چکیده:
The present study aims at investigating the relationship between firm specific risk and stock return using cross-sectional quantile regression. In order to study the power of firm specific risk in explaining cross-sectional return, a combination of Fama-Macbeth (1973) model and quantile regression is used. To this aim, a sample of 270 firms listed in Tehran Stock Exchange during 1999-2010 was investigated. The results revealed that the relationship between firm specific risk and stock return is significantly affected by the quantile so that the direction of changes in low quantiles is negative, and in high quantiles, is positive. Also, using the specific risk measure based on return’s standard deviation, the interactive effects of industry and the fourth moment lead to removal of this relationship. Thus, one can attribute this relation to the mutual effect of industry and kurtosis. However, using measures based factor models, industry and kurtosis cannot eliminate the explanatory power of specific risk.
خلاصه ماشینی:
com Abstract The present study aims at investigating the relationship betweenfirm specific risk and stock return using cross-sectional quantile regression.

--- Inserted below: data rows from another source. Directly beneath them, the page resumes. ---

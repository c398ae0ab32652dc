import { and, eq } from 'drizzle-orm'
import { countOf } from '~~/utils/planning'
import { formatMoney } from '~~/utils/display'
import type { Database } from './database'
import { computePlan, requirePlan } from './plans'
import { deliverQueued, queueMail } from './mailQueue'

/**
 * The Market list of a saved plan, sent to one member: what is still to buy (not yet checked
 * off, not marked as at home), in the packages to buy, for the loads not yet logged; with what is
 * already checked off named after it. Recomputed from current prices and stock.
 */
export async function sendMarketList(db: Database, householdId: string, planId: string, userId: string, senderName: string) {
  if (mailMode() === 'off') unavailable('E-mail is not set up on this server: give SMTP_URL (or SMTP_HOST) and MAIL_FROM.')
  const plan = await requirePlan(db, householdId, planId)
  const [[member], checks] = await Promise.all([
    db.select({ email: tables.users.email, name: tables.users.name })
      .from(tables.memberships).innerJoin(tables.users, eq(tables.users.id, tables.memberships.userId))
      .where(and(eq(tables.memberships.householdId, householdId), eq(tables.memberships.userId, userId))),
    db.select({ itemKey: tables.marketChecks.itemKey, state: tables.marketChecks.state }).from(tables.marketChecks)
      .where(and(eq(tables.marketChecks.planId, planId), eq(tables.marketChecks.householdId, householdId))),
  ])
  if (!member) {
    badInput('userId', 'Send the list to a member of this household.')
  }
  const result = await computePlan(db, householdId, plan.request, { planId })
  const currency = result.household.currency
  const money = (cents: number | null) => (cents === null ? 'no price on file' : formatMoney(cents, currency))
  const checked = new Set(checks.map(c => c.itemKey))
  const items = result.shopping.map(item => ({
    item: item.item,
    need: item.display,
    buy: item.packages.map(p => `${p.count} × ${p.label}`).join(', ') || 'no package price on file',
    cost: item.cost,
    note: item.note,
    done: checked.has(item.key) || item.atHome,
  }))
  const toBuy = items.filter(i => !i.done)
  const done = items.filter(i => i.done)
  const total = toBuy.reduce((s, i) => s + (i.cost ?? 0), 0)
  const missing = toBuy.filter(i => i.cost === null).map(i => i.item)
  const link = `${publicUrl()}/plans/${plan.id}/market`
  const scope = result.progress.loggedLoads.length
    ? `${countOf(result.progress.jarsLeft, 'jar')} in the ${countOf(result.progress.loadsLeft, 'load')} not yet logged`
    : `${countOf(result.totals.jars, 'jar')} in ${countOf(result.totals.loads, 'load')}`
  const intro = `${senderName} sent you the Market list for "${plan.name}" (${scope}).`
  const totalLine = toBuy.length
    ? `Still to buy: ${money(total)}${missing.length ? ` (no price on file for ${missing.join(', ')})` : ''}`
    : 'Everything on the list is checked off.'
  const doneLine = done.length ? `Already checked off: ${done.map(i => i.item).join(', ')}.` : ''
  const text = [
    intro,
    '',
    ...(toBuy.length ? toBuy.map(i => `- ${i.item}: need ${i.need}; buy ${i.buy} (${money(i.cost)})${i.note ? ` — ${i.note}` : ''}`) : ['Nothing left to buy.']),
    '',
    totalLine,
    ...(doneLine ? [doneLine] : []),
    'Lids are single-use: buy one new flat lid per jar. Bands are reused.',
    '',
    `Check items off as you shop: ${link}`,
  ].join('\n')
  const html = `<p>${escapeHtml(intro)}</p>`
    + (toBuy.length
      ? `<table cellpadding="6" style="border-collapse:collapse"><thead><tr><th align="left">Item</th><th align="left">Need</th><th align="left">Buy</th><th align="right">Cost</th></tr></thead><tbody>`
      + toBuy.map(i => `<tr><td>${escapeHtml(i.item)}${i.note ? `<br><small>${escapeHtml(i.note)}</small>` : ''}</td><td>${escapeHtml(i.need)}</td><td>${escapeHtml(i.buy)}</td><td align="right">${escapeHtml(money(i.cost))}</td></tr>`).join('')
      + `</tbody></table>`
      : '<p>Nothing left to buy.</p>')
    + `<p><strong>${escapeHtml(totalLine)}</strong></p>${doneLine ? `<p>${escapeHtml(doneLine)}</p>` : ''}<p>Lids are single-use: buy one new flat lid per jar. Bands are reused.</p><p><a href="${escapeHtml(link)}">Check items off as you shop</a></p>`
  // Queued first, so a mail server that is down loses nothing: tried now, then retried with backoff.
  const queuedId = await queueMail(db, { kind: 'market-list', householdId, to: [member.email], subject: `Market list: ${plan.name}`, text, html })
  const delivery = await deliverQueued(db, queuedId)
  return { sentTo: member.email, items: toBuy.length, delivered: delivery.sent }
}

In order to study the power of firm specific risk in explaining cross-sectional return, a combination of Fama-Macbeth (1973) model and quantile regression is used.

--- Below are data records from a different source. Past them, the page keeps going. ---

import { join } from 'node:path'
import { createStorage, type Storage } from 'unstorage'
import fsDriver from 'unstorage/drivers/fs'
import s3Driver from 'unstorage/drivers/s3'
import { resolveDataDir } from './dataDir'
import { serverSettings } from './settings'

/**
 * Where photos are kept. SHELFSTEAD_STORAGE=s3 uses an S3-compatible bucket (S3_ENDPOINT,
 * S3_BUCKET, S3_REGION, S3_ACCESS_KEY_ID, S3_SECRET_ACCESS_KEY); anything else keeps them in
 * `photos/` under the data directory.
 */
let storage: Storage | undefined

export function usePhotoStorage(): Storage {
  if (storage) return storage
  const { storage: kind, s3 } = serverSettings()
  if (kind === 's3') {
    const { endpoint, bucket, region, accessKeyId, secretAccessKey } = s3
    if (!endpoint || !bucket || !accessKeyId || !secretAccessKey) {
      const missing = Object.entries({ S3_ENDPOINT: endpoint, S3_BUCKET: bucket, S3_ACCESS_KEY_ID: accessKeyId, S3_SECRET_ACCESS_KEY: secretAccessKey })
        .filter(([, value]) => !value).map(([name]) => name)
      throw new Error(`SHELFSTEAD_STORAGE=s3 needs ${missing.join(', ')}.`)
    }
    storage = createStorage({ driver: s3Driver({ endpoint, bucket, region, accessKeyId, secretAccessKey }) })
  }
  else {
    storage = createStorage({ driver: fsDriver({ base: join(resolveDataDir(), 'photos') }) })
  }
  return storage
}

export { MAX_PHOTO_BYTES } from '~~/utils/defaults'

export type { ImageType } from '~~/utils/vocabulary'

/** The image type from the file's first bytes (its "magic number"), never from its name or the browser's claim. */
export function detectImageType(bytes: Uint8Array): ImageType | null {
  const starts = (sig: number[], at = 0) => sig.every((b, i) => bytes[at + i] === b)
  if (bytes.length >= 3 && starts([0xFF, 0xD8, 0xFF])) return 'image/jpeg'
  if (bytes.length >= 8 && starts([0x89, 0x50, 0x4E, 0x47, 0x0D, 0x0A, 0x1A, 0x0A])) return 'image/png'
  // RIFF <size> WEBP
  if (bytes.length >= 12 && starts([0x52, 0x49, 0x46, 0x46]) && starts([0x57, 0x45, 0x42, 0x50], 8)) return 'image/webp'
  return null
}

export const imageExtension: Record<ImageType, string> = { 'image/jpeg': 'jpg', 'image/png': 'png', 'image/webp': 'webp' }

Therefore, the main goal of this study is to investigate FSR and cross-sectional return in Tehran Stock Market using a combination of quantile regression and Fama-Macbeth model (1973).
In this first step, the cross-sectional quantile regression is run in every quarterly time points ending in April, July, October and January using the data of the given quarter in different qunatiles of as following: ri,t (τ) = γ0,t (τ) + γ1,t (τ)σi,t + ∑K γk,t (τ)Xi,k,t + vi,t (τ), i = 1, … , Nt (9) Where, ri,t is the return of ith stock in period t, σi,t is FSR and Xi,k,t is the control variables consisting of size, beta, ratio of market value to book value, momentum, liquidity, stock turnover, institutional ownership, kurtosis and industry.

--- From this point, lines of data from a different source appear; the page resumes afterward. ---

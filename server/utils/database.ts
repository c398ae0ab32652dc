import { existsSync } from 'node:fs'
import { dirname, join, resolve } from 'node:path'
import { PGlite } from '@electric-sql/pglite'
import { serverSettings } from './settings'
import { drizzle as drizzlePglite, type PgliteDatabase } from 'drizzle-orm/pglite'
import { migrate as migratePglite } from 'drizzle-orm/pglite/migrator'
import { drizzle as drizzlePg } from 'drizzle-orm/node-postgres'
import { migrate as migratePg } from 'drizzle-orm/node-postgres/migrator'
import pg from 'pg'
import * as schema from '../database/schema'

export const tables = schema

/**
 * Both drivers expose the same PgDatabase API; the PGlite type stands for both
 * (node-postgres differs only in its raw query-result type, which we never use).
 */
export type Database = PgliteDatabase<typeof schema>
/** A transaction handed to `db.transaction(tx => …)`. */
export type Tx = Parameters<Parameters<Database['transaction']>[0]>[0]
/** Either: reads that run inside or outside a transaction. */
export type Db = Database | Tx

interface OpenDatabase {
  db: Database
  close: () => Promise<void>
}

/**
 * Any number for the PostgreSQL advisory lock that app servers starting at once on one database
 * take in turn, so migrations and seeding run once, whole, before the next server looks.
 */
const STARTUP_LOCK = 0x5E1F_57EA

let opening: Promise<OpenDatabase> | undefined
let ready = false

/** Where the drizzle-kit migrations are: copied next to the built server, or in the source tree. */
export function migrationsFolder(): string {
  const candidates = [
    serverSettings().migrationsDir,
    process.argv[1] ? join(dirname(resolve(process.argv[1])), 'migrations') : undefined,
    resolve('server/database/migrations'),
  ].filter((c): c is string => Boolean(c))
  const found = candidates.find(c => existsSync(join(c, 'meta', '_journal.json')))
  if (!found) throw new Error(`No database migrations found (looked in ${candidates.join(', ')}).`)
  return found
}

/** Open the database, and apply the migrations and `afterMigrate` (seeding) as one server at a time. */
async function open(options: { dataDir: string, databaseUrl?: string }, afterMigrate: (db: Database) => Promise<void>): Promise<OpenDatabase> {
  const folder = migrationsFolder()
  if (options.databaseUrl) {
    const pool = new pg.Pool({ connectionString: options.databaseUrl })
    const db = drizzlePg(pool, { schema, casing: 'snake_case' })
    const holder = await pool.connect()
    try {
      await holder.query('select pg_advisory_lock($1)', [STARTUP_LOCK])
      await migratePg(db, { migrationsFolder: folder })
      await afterMigrate(db as unknown as Database)
    }
    finally {
      await holder.query('select pg_advisory_unlock($1)', [STARTUP_LOCK]).catch(() => {})
      holder.release()
    }
    return { db: db as unknown as Database, close: () => pool.end() }
  }
  // PGlite is one process's (the data-directory lock keeps out a second server).
  const client = await PGlite.create(join(options.dataDir, 'pglite'))
  const db = drizzlePglite(client, { schema, casing: 'snake_case' })
  await migratePglite(db, { migrationsFolder: folder })
  await afterMigrate(db)
  return { db, close: () => client.close() }
}

/** Open the database once, apply migrations, then run `afterMigrate` (seeding) before anyone may use it. */
export function startDatabase(
  options: { dataDir: string, databaseUrl?: string },
  afterMigrate: (db: Database) => Promise<void>,
): Promise<OpenDatabase> {
  opening ??= open(options, afterMigrate).then((opened) => {
    ready = true
    return opened
  })
  return opening
}

/** The database, once migrations and seeding are done. Every route awaits this. */
export async function useDB(): Promise<Database> {
  if (!opening) throw new Error('The database has not been started.')
  return (await opening).db
}

export function isDatabaseReady(): boolean {
  return ready
}

export async function closeDatabase(): Promise<void> {
  if (!opening) return
  const opened = await opening.catch(() => undefined)
  opening = undefined
  ready = false
  await opened?.close()
}

/** The one row an `insert … returning()` or `update … returning()` wrote; a write that returned none is a defect. */
export function written<T>(rows: T[]): T {
  const row = rows[0]
  if (!row) throw new Error('The write returned no row')
  return row
}

/** A unique index said no (PostgreSQL 23505), through drizzle's wrapper or not. */
export function isUniqueViolation(error: unknown): boolean {
  const e = error as { code?: string, cause?: { code?: string } }
  return (e.code ?? e.cause?.code) === '23505'
}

In order to test the relationship of FSR and stock return, equation (10) is estimated within the framework of cross-sectional quantile regression and the results are presented in Table (3).
As it can be seen in Table (4), if different measures and minimum trading limits are used, a specific model can be obtained in the behavior of FSR coefficient for different quantiles of return distribution, so as regardless of statistical significance, the relationship of FSR and return is negative in lower quantiles and positive in higher ones.